The Pebble and The Boy is a British film self-described as made by the fans, for the fans of mod culture. The film, being a melancholic drama following John Parker (Patrick McNamee), a young mod navigating his life after the death of his father. As someone unfamiliar with this British subculture, The Pebble and The Boy was undeniably a great window into a community I knew so little of. Whilst the plot felt cliché at times and the supporting actress’ role contrived, the film as a whole was enjoyable but not a must-watch.
Chris Green, director of the pebble and the boy, has directed a few films since coming second place at the Northern Soul new writers competition back in 2000 such as Best Laid Plans (2012) and Pretty (2017). Nevertheless, it felt as though this film was very amateur-ish for a man of his experience. Perhaps the daunting task of appeasing to mod culture was overbearing? The backing track was disappointingly unnoticeable, meaning mod classics had to convey a lot of the emotion. This limited selection of emotional music created a bipolar atmosphere as at times the message and direction of the film was clear, and at other times was foggy. The cinematography was decent, leading to a certain connect between the viewer and the film however there wasn’t a great sense of scale which was disappointing to see for a film essentially about a road trip.

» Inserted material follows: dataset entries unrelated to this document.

# --------------------------------------------------------------------------- the map
# Stays long: reads up to four sweep axes, builds the grid and solves it chunk by chunk in order.
def conversion_map(species: Sequence[str], feed: Mapping[str, object], *, T, P, key: str,
                   product=None, feed_ratio=None, steam_to_carbon=None, inert=None,
                   reactions: Sequence[str] | None = None, gas_model: str = "ideal", approach=None,
                   progress: Callable[[int, int], None] | None = None,
                   database: SpeciesDatabase | None = None, chunk: int = DEFAULT_CHUNK) -> ConversionMap:
    """Equilibrium conversion over an outer-product grid of T, P, feed ratio and inert fraction.

    Parameters
    ----------
    species : sequence of str
        Species that may be present (as for :func:`eqdesign.solve.equilibrium`).
    feed : mapping of str to amount
        Base feed [mol] (single amounts; numbers or strings with units).
    T : float | array_like | str | pint.Quantity
        Temperature [K]: a single value, or a 1-D array that becomes an axis.  With an
        ``approach`` this is the operating temperature.
    P : float | array_like | str | pint.Quantity
        Pressure [Pa]: single value or 1-D axis.
    key : str
        Key reactant; its conversion is mapped.
    product : str | (str, float), optional
        Product whose yield is reported; ``("NH3", 2.0)`` also gives the moles of product
        per mole of key at complete conversion, for ``stoichiometric_yield``.
    feed_ratio : (str, str, array_like), optional
        ``("H2O", "CH4", [2, 3, 4])``: n_H2O = r × n_CH4 [mol/mol] along an axis (the
        numerator's base amount is replaced).
    steam_to_carbon : array_like, optional
        Steam-to-carbon ratio axis [mol H2O / mol C]: n_H2O = s × carbon atoms of the feed
        species holding both C and H.  Use instead of ``feed_ratio``.
    inert : (str, array_like), optional
        ``("Ar", [0, 0.05, 0.1])``: mole fraction of an inert in the feed [-]; the other
        feed species keep their ratios and are scaled by (1 − fraction).  Applied after the
        feed ratio.
    reactions : sequence of str, optional
        Named-reactions mode, as in :func:`equilibrium`.
    gas_model : {"ideal", "peng-robinson"}
    approach : float | str, optional
        Temperature approach to equilibrium ΔT [K] (``"10 K"``, ``"10 delta_degC"``): the
        equilibrium is evaluated at T + ΔT or T − ΔT, whichever gives the lower conversion
        (T + ΔT for an exothermic reaction, T − ΔT for an endothermic one).
    progress : callable(done, total), optional
        Called after every chunk with the number of points solved so far and the total.
    database : SpeciesDatabase, optional
    chunk : int
        Points per batched solver call.

    Returns
    -------
    ConversionMap

    Examples
    --------
    Ammonia synthesis, 3:1 H2:N2, ideal gas, at two temperatures and 200 bar:

    >>> m = conversion_map(["N2", "H2", "NH3"], {"N2": 1, "H2": 3}, T=[700, 800], P="200 bar",
    ...                    key="N2", product=("NH3", 2))
    >>> m.shape, [round(float(x), 3) for x in m.conversion]
    ((2,), [0.46, 0.25])
    """
    db = database or bundled_database()
    dT = approach_kelvin(approach)
    whole_number(chunk, "chunk", 1)
    base = resolve_feed(feed_mapping(feed), db)
    if not isinstance(key, str):
        raise EquilibriumInputError(f"key must be the name of the key reactant (text), got {key!r}")
    key = db.resolve(key)
    names: list[str] = []
    for n in species_names(species) + list(base):
        r = db.resolve(n)
        if r not in names:
            names.append(r)
    rxns = reaction_list(reactions, db)
    for r in rxns:
        for n in r.names:
            if n not in names:
                names.append(n)

    product_name, per_key = None, None
    if product is not None:
        if isinstance(product, (tuple, list)):
            product_name, per_key = db.resolve(product[0]), float(product[1])
        else:
            product_name = db.resolve(product)
            per_key = product_per_key_from_reactions(rxns, key, product_name)
        if product_name not in names:
            names.append(product_name)

    # ---- axes
    T_ax = axis_values(T, "temperature", "T")
    P_ax = axis_values(P, "pressure", "P")
    if np.any(T_ax <= 0) or np.any(P_ax <= 0):
        raise EquilibriumInputError("temperatures and pressures must be above zero")
    if feed_ratio is not None and steam_to_carbon is not None:
        raise EquilibriumInputError("give feed_ratio or steam_to_carbon, not both")
    ratio_spec, ratio_ax = None, None
    if feed_ratio is not None:
        try:
            num, den, values = feed_ratio
        except (TypeError, ValueError):
            raise EquilibriumInputError("feed_ratio: give (numerator, denominator, values), "
                                        "e.g. ('H2O', 'CH4', [2, 3, 4])") from None
        ratio_spec = feed_ratio_spec((num, den), db)
        ratio_ax = axis_values(values, "dimensionless", "feed ratio")
    elif steam_to_carbon is not None:
        ratio_spec = FeedRatio(STEAM, "carbon")
        ratio_ax = axis_values(steam_to_carbon, "dimensionless", "steam_to_carbon")
    if ratio_ax is not None and np.any(ratio_ax < 0):
        raise EquilibriumInputError("feed ratios must be non-negative")
    if ratio_spec is not None and ratio_spec.numerator not in names:
        names.append(ratio_spec.numerator)
    inert_name, inert_ax = None, None
    if inert is not None:
        try:
            inert_name, values = inert
        except (TypeError, ValueError):
            raise EquilibriumInputError("inert: give (species, fractions), e.g. ('Ar', [0, 0.05])") from None
        inert_name = db.resolve(inert_name)
        inert_ax = axis_values(values, "dimensionless", "inert fraction")
        if inert_name not in names:
            names.append(inert_name)
    if key not in names:
        raise EquilibriumInputError(f"key reactant {key!r} is not among the species {names}")

    specs = [("T", T_ax, "K"), ("P", P_ax, "Pa")]
    if ratio_ax is not None:
        specs.append((ratio_spec.name, ratio_ax, "mol/mol"))
    if inert_ax is not None:
        specs.append((f"{inert_name} fraction", inert_ax, "-"))
    axes = tuple(SweepAxis(n, v.copy(), u) for n, v, u in specs if v.ndim == 1)
    conditions = {f"{n} [{u}]": float(v) for n, v, u in specs if v.ndim == 0}
    shape = tuple(a.values.size for a in axes)
    n_points = int(np.prod(shape)) if shape else 1

    grids = np.meshgrid(*[a.values for a in axes], indexing="ij") if axes else []
    flat = {a.name: g.reshape(-1) for a, g in zip(axes, grids)}

    def column(name, arr):
        return flat[name] if name in flat else np.full(n_points, float(arr))

    T_flat = column("T", T_ax)
    P_flat = column("P", P_ax)
    feed_flat: dict[str, np.ndarray] = {k: np.full(n_points, v) for k, v in base.items()}
    if ratio_spec is not None:
        feed_flat = ratio_spec.feed_at(base, column(ratio_spec.name, ratio_ax), db)
        feed_flat = {k: np.broadcast_to(v, (n_points,)).copy() for k, v in feed_flat.items()}
    if inert_ax is not None:
        feed_flat = apply_inert(feed_flat, inert_name, column(f"{inert_name} fraction", inert_ax))
        feed_flat = {k: np.broadcast_to(v, (n_points,)).copy() for k, v in feed_flat.items()}
    if key not in feed_flat or np.any(feed_flat[key] <= 0):
        raise EquilibriumInputError(f"the key reactant {key} must be in the feed at every point")

    # ---- solve, chunk by chunk
    gas_names = [n for n in names if db[n].is_gas]
    has_carbon = any(db[n].elements.get("C", 0) > 0 for n in gas_names) and "C(gr)" in db
    conv = np.full(n_points, np.nan)
    yld = np.full(n_points, np.nan) if product_name else None
    y = {n: np.full(n_points, np.nan) for n in gas_names}
    dH = np.full(n_points, np.nan)
    a_C = np.full(n_points, np.nan) if has_carbon else None
    ok = np.zeros(n_points, dtype=bool)
    resid = np.full(n_points, np.nan)
    its = np.zeros(n_points, dtype=int)
    T_eq = T_flat.copy()
    trusted = np.zeros(n_points, dtype=bool)
    flags = np.full(n_points, "", dtype=object)
    for start in range(0, n_points, chunk):
        sl = slice(start, min(start + chunk, n_points))
        res, side = solve_points(names, {k: v[sl] for k, v in feed_flat.items()}, T_flat[sl], P_flat[sl],
                                 key=key, reactions=rxns, gas_model=gas_model, approach=dT, database=db)
        T_eq[sl] = res.T
        ok[sl] = res.converged
        trusted[sl] = res.trustworthy
        flags[sl] = res.state_flags()
        resid[sl] = res.max_residual
        its[sl] = res.iterations
        conv[sl] = res.conversion(key)
        yf = res.mole_fractions
        for n in gas_names:
            y[n][sl] = yf[n]
        if product_name:
            j, k = res.species.index(product_name), res.species.index(key)
            yld[sl] = (res.amount_array[:, j] - res.feed_array[:, j]) / res.feed_array[:, k]
        with warnings.catch_warnings():
            warnings.simplefilter("ignore", RuntimeWarning)
            dH[sl] = reaction_enthalpy_per_key(res, key, T_flat[sl], db)
        if has_carbon:
            a_C[sl] = carbon_activity(res, database=db)
        if progress is not None:
            progress(sl.stop, n_points)

    n_bad = int(n_points - ok.sum())
    message = f"{n_points} point(s), all converged" if n_bad == 0 else \
        f"{n_bad} of {n_points} point(s) did not converge (NaN)"
    if n_bad:
        warnings.warn(message, NotConvergedWarning, stacklevel=2)
    n_flagged = int((ok & ~trusted).sum())
    if n_flagged:
        message += f"; {n_flagged} converged point(s) not trustworthy (see flags)"

    def grid(a):
        return a.reshape(shape)

    return ConversionMap(
        axes=axes, key=key, product=product_name, T=grid(T_flat), P=grid(P_flat),
        T_equilibrium=grid(T_eq), approach=dT, feed={k: grid(v) for k, v in feed_flat.items()},
        conversion=grid(conv), product_yield=None if yld is None else grid(yld),
        stoichiometric_yield=None if (yld is None or not per_key) else grid(yld / per_key),
        mole_fractions={k: grid(v) for k, v in y.items()}, reaction_enthalpy=grid(dH),
        carbon_activity=None if a_C is None else grid(a_C), converged=grid(ok),
        conditions=conditions, message=message, max_residual=grid(resid), iterations=grid(its),
        trustworthy=grid(trusted), flags=grid(flags))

As mentioned previously, the supporting character of Nicki (Sasha Parkinson), actions felt forced with little to no motivation, this in turn made intentions unrelatable and the character as a whole fake. Her relationship with John is equally unclear as in some scenes she’s extremely close to him as an ally and a mentor, attempting to push John to see the bigger picture. Yet in others she’s blatantly exploiting the main character for his tickets to a mod gig. On the other hand, the second support character Logan (Max Boast), known for Sex Education, was a well thought out joker, who managed to do the back and forth between genuine kindness and general assholery convincingly.
Overall, the movie was an interesting projection of a culture I feel most know so little of, with a great man character and an even better supporting character. Unfortunately, however, the message of the story was confusing as at most times it was unclear. Another shortcoming would be a loose sense of scale for a story of this type and a disappointingly bland soundtrack leading to a disconnect between the emotions actually conveyed through the film and the emotions that the director would want to convey through this medium.